package synth

import (
	"context"
	"sort"

	"offplane/synth/camera"
	"offplane/synth/obs"
)

// A window holds the light of the lit places from one number to another before the
// camera's stages. It slides over the field, so that each place shines once.
type window struct {
	from, to int
	raw      [2]*obs.Cube

	// Room for what is made of it, used again and again.
	made   [2]*obs.Cube
	spread *obs.Cube
}

// room returns a cube with whatever numbers it holds, in the place of an old one, which
// may be nil, if that suffices.
func room(old *obs.Cube, pixels, tunings, frames int) *obs.Cube {
	if n := pixels * tunings * frames; old != nil && n <= cap(old.Data) {
		return &obs.Cube{Pixels: pixels, Tunings: tunings, Frames: frames, Data: old.Data[:n]}
	}
	return obs.NewCube(pixels, tunings, frames)
}

// A strip is some rows of the image: which pixels of the field lie in it, and which lit
// places their light may come from.
type strip struct {
	from, to       int
	litFrom, litTo int
}

// strips cuts the field into strips of so many rows.
func (d *development) strips(rows int) []strip {
	var all []strip
	first, last := int(d.all[0])/d.c.Grid.Nx, int(d.all[len(d.all)-1])/d.c.Grid.Nx
	for y := first; y <= last; y += rows {
		from, to := y+d.wide.margin, min(y+rows, last+1)+d.wide.margin // in the wide grid
		all = append(all, strip{
			d.fieldBefore(y), d.fieldBefore(y + rows),
			d.before(d.lit, from-d.wide.margin), d.before(d.lit, to+d.wide.margin),
		})
	}
	return all
}

// before returns how many of the places, which ascend, lie before a row of the wide grid.
func (d *development) before(places []int32, row int) int {
	return sort.Search(len(places), func(i int) bool { return int(places[i])/d.wide.Nx >= row })
}

// fieldBefore returns how many pixels of the field lie before a row of the image.
func (d *development) fieldBefore(row int) int {
	return sort.Search(len(d.field), func(i int) bool { return int(d.field[i])/d.c.Grid.Nx >= row })
}

// row returns the row of the wide grid that a pixel of the field lies in, by number.
func (d *development) row(i int) int { return int(d.field[i])/d.c.Grid.Nx + d.wide.margin }

// newWindow returns an empty window that can slide over the strips.
func (d *development) newWindow(strips []strip) *window {
	most := 0
	for _, s := range strips {
		most = max(most, s.litTo-s.litFrom)
	}
	w := &window{}
	for l, lost := range d.plan.Lost {
		w.raw[l] = obs.NewCube(most, len(d.c.s.Camera.Tunings), len(lost))
		w.raw[l].Pixels = 0
	}
	return w
}

// slide makes room for the light of the places before to, if need be in the place of
// those before from.
func (w *window) slide(from, to int) {
	if to <= w.to {
		return
	}
	for _, c := range w.raw {
		size := c.Tunings * c.Frames
		copy(c.Data, c.Data[(from-w.from)*size:(w.to-w.from)*size])
		c.Pixels = to - from
	}
	w.from, w.to = from, to
}

// series returns the frames of a lit place.
func (w *window) series(line, place, tuning int) []float32 {
	return w.raw[line].Series(place-w.from, tuning)
}

// scatter scatters the light of all lit places among them.
func (w *window) scatter(ctx context.Context, s *camera.Scatter, workers int) error {
	for _, c := range w.raw {
		if c.Frames == 0 {
			continue
		}
		for k := range c.Tunings {
			if err := s.Apply(ctx, func(i int) []float32 { return c.Series(i, k) }, workers); err != nil {
				return err
			}
		}
	}
	return nil
}

// scatter returns the scattering of the camera among the lit places; nil if there is none.
func (d *development) scatter() *camera.Scatter {
	return camera.NewScatter(d.c.s.Camera, d.c.Grid.Pixel*obs.Arcsec, d.wide.Nx, d.lit)
}
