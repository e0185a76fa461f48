package synth

import (
	"context"
	"sync"

	"offplane/model"
	"offplane/scenarios"
	"offplane/synth/camera"
	"offplane/synth/obs"
)

// Assume is what a scene takes over from another one, and what it pretends: with it an
// error budget turns one assumption of the inversion at a time into the truth. The zero
// value assumes nothing.
type Assume struct {
	// Corona is used instead of one of the scene's own, if not nil. It must be that of the
	// same scenario but for what model.New does not read.
	Corona *model.Corona
	// Delay is a travel time [s] that the driver holds in any case, and trains that took
	// longer are left out; 0: the scene's own. Lead is a time within a frame [s] that it
	// holds. Scenes of one seed, cadence and duration see the same waves only if these two
	// agree.
	Delay, Lead float64
	// Projected: the disc excites every parcel of plasma as if it lay at the projected
	// distance of its line of sight.
	Projected bool
	// Bright, if not nil, makes a plane of the sky that alone emits as bright as its whole
	// line of sight, so that it has the same photon noise; it keeps the columns for other
	// scenes of the same corona and grid.
	Bright *Columns
}

// Columns holds how much brighter the lines of sight are than their sample in the plane
// of the sky, in the first line.
type Columns struct{ m sync.Map }

// column returns the length [cm] of the sample in the plane that would shine like the
// whole line of sight through (y, z).
func (c *Scene) column(centre *sample, y, z float64) (float64, error) {
	at := [2]float64{y, z}
	if x, ok := c.as.Bright.m.Load(at); ok {
		return x.(float64), nil
	}
	s := *c.s
	s.Sight.Plane = false
	deep := *c
	deep.s, deep.as = &s, Assume{}
	ray, err := deep.ray(y, z, nil)
	if err != nil {
		return 0, err
	}
	sum := 0.0
	for i := range ray {
		sum += ray[i].j[0] * ray[i].dx
	}
	x := sum / centre.j[0]
	c.as.Bright.m.Store(at, x)
	return x, nil
}

// Exposed is the light of a scene before it passes the camera's stages.
type Exposed struct {
	*development
	raw [2]*obs.Cube
}

// Expose makes the light and the truth of a scene; Develop makes observations of it.
func (c *Scene) Expose(ctx context.Context, workers int, progress func(done, total int)) (*Exposed, *Truth, error) {
	d := c.newDevelopment()
	w := d.newWindow([]strip{{litTo: len(d.lit)}})
	w.slide(0, len(d.lit))
	l := d.newLighting(workers, tile, progress)
	if err := l.shine(ctx, w, 0); err != nil {
		return nil, nil, err
	}
	return &Exposed{d, w.raw}, l.truth, nil
}

// develop takes the light through the camera's stages. It uses the light up.
func (e *Exposed) develop(ctx context.Context, workers int) (*obs.Observation, error) {
	w := &window{to: len(e.lit), raw: e.raw}
	if s := e.scatter(); s != nil {
		if err := w.scatter(ctx, s, workers); err != nil {
			return nil, err
		}
	}
	o, err := e.development.develop(ctx, w, 0, len(e.field), workers)
	if err != nil {
		return nil, err
	}
	return o, lit(o)
}

// Develop makes an observation with a camera that may have fewer stages than the
// scene's, but no others, and the same tunings, times and field of view. Without lost
// frames none is lost, whatever the camera says. The light can be used again.
func (e *Exposed) Develop(ctx context.Context, cam scenarios.Camera, lost bool, workers int) (*obs.Observation, error) {
	s := *e.c.s
	s.Camera = cam
	c := *e.c
	c.s = &s
	d := *e.development
	d.c, d.cam = &c, c.camera()
	if cam.Pointing == nil {
		for l := range d.moves {
			d.moves[l] = make([][]camera.Move, len(d.moves[l]))
		}
	}
	if !lost {
		plan := *d.plan
		for l := range plan.Lost {
			plan.Lost[l] = make([]bool, len(plan.Lost[l]))
		}
		d.plan = &plan
	}
	d.whole = d.head()
	n := Exposed{development: &d}
	for l, raw := range e.raw {
		n.raw[l] = raw
		if cam.Scatter != nil && raw.Frames > 0 { // scattering works in place
			copied := *raw
			copied.Data = append([]float32(nil), raw.Data...)
			n.raw[l] = &copied
		}
	}
	return n.develop(ctx, workers)
}

// Piece returns the k-th of n pieces of equal length of an observation that keeps its
// frames and has a whole number of frames of each line in each.
func Piece(o *obs.Observation, k, n int) *obs.Observation {
	p := *o
	p.Exposures = nil
	p.Grid.Duration /= float64(n)
	for l, c := range o.Frames {
		part := obs.NewCube(c.Pixels, c.Tunings, c.Frames/n)
		for i := range c.Pixels {
			for j := range c.Tunings {
				copy(part.Series(i, j), c.Series(i, j)[k*part.Frames:])
			}
		}
		p.Frames[l] = part
		p.Mean[l] = obs.Means(part)
		log := o.LineExposures(l + 1)[k*part.Frames:][:part.Frames]
		for f := range log {
			log[f].Frame = f
			log[f].Time -= float64(k) * o.Grid.Duration / float64(n)
		}
		p.Exposures = append(p.Exposures, log...)
	}
	return withoutDark(&p)
}

// Latest returns the latest time within a frame at which a scenario's camera exposes [s].
func Latest(s *scenarios.Scenario) float64 { return camera.Latest(s.Camera) }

Exercise brief:
Copy only the entries from the first line to the line with "func (d *development) fieldBefore(row", each exactly as it appears.

Output of the exercise:
package synth

import (
	"context"
	"sort"

	"offplane/synth/camera"
	"offplane/synth/obs"
)

// A window holds the light of the lit places from one number to another before the
// camera's stages. It slides over the field, so that each place shines once.
type window struct {
	from, to int
	raw      [2]*obs.Cube

	// Room for what is made of it, used again and again.
	made   [2]*obs.Cube
	spread *obs.Cube
}

// room returns a cube with whatever numbers it holds, in the place of an old one, which
// may be nil, if that suffices.
func room(old *obs.Cube, pixels, tunings, frames int) *obs.Cube {
	if n := pixels * tunings * frames; old != nil && n <= cap(old.Data) {
		return &obs.Cube{Pixels: pixels, Tunings: tunings, Frames: frames, Data: old.Data[:n]}
	}
	return obs.NewCube(pixels, tunings, frames)
}

// A strip is some rows of the image: which pixels of the field lie in it, and which lit
// places their light may come from.
type strip struct {
	from, to       int
	litFrom, litTo int
}

// strips cuts the field into strips of so many rows.
func (d *development) strips(rows int) []strip {
	var all []strip
	first, last := int(d.all[0])/d.c.Grid.Nx, int(d.all[len(d.all)-1])/d.c.Grid.Nx
	for y := first; y <= last; y += rows {
		from, to := y+d.wide.margin, min(y+rows, last+1)+d.wide.margin // in the wide grid
		all = append(all, strip{
			d.fieldBefore(y), d.fieldBefore(y + rows),
			d.before(d.lit, from-d.wide.margin), d.before(d.lit, to+d.wide.margin),
		})
	}
	return all
}

// before returns how many of the places, which ascend, lie before a row of the wide grid.
func (d *development) before(places []int32, row int) int {
	return sort.Search(len(places), func(i int) bool { return int(places[i])/d.wide.Nx >= row })
}

// fieldBefore returns how many pixels of the field lie before a row of the image.
func (d *development) fieldBefore(row int) int {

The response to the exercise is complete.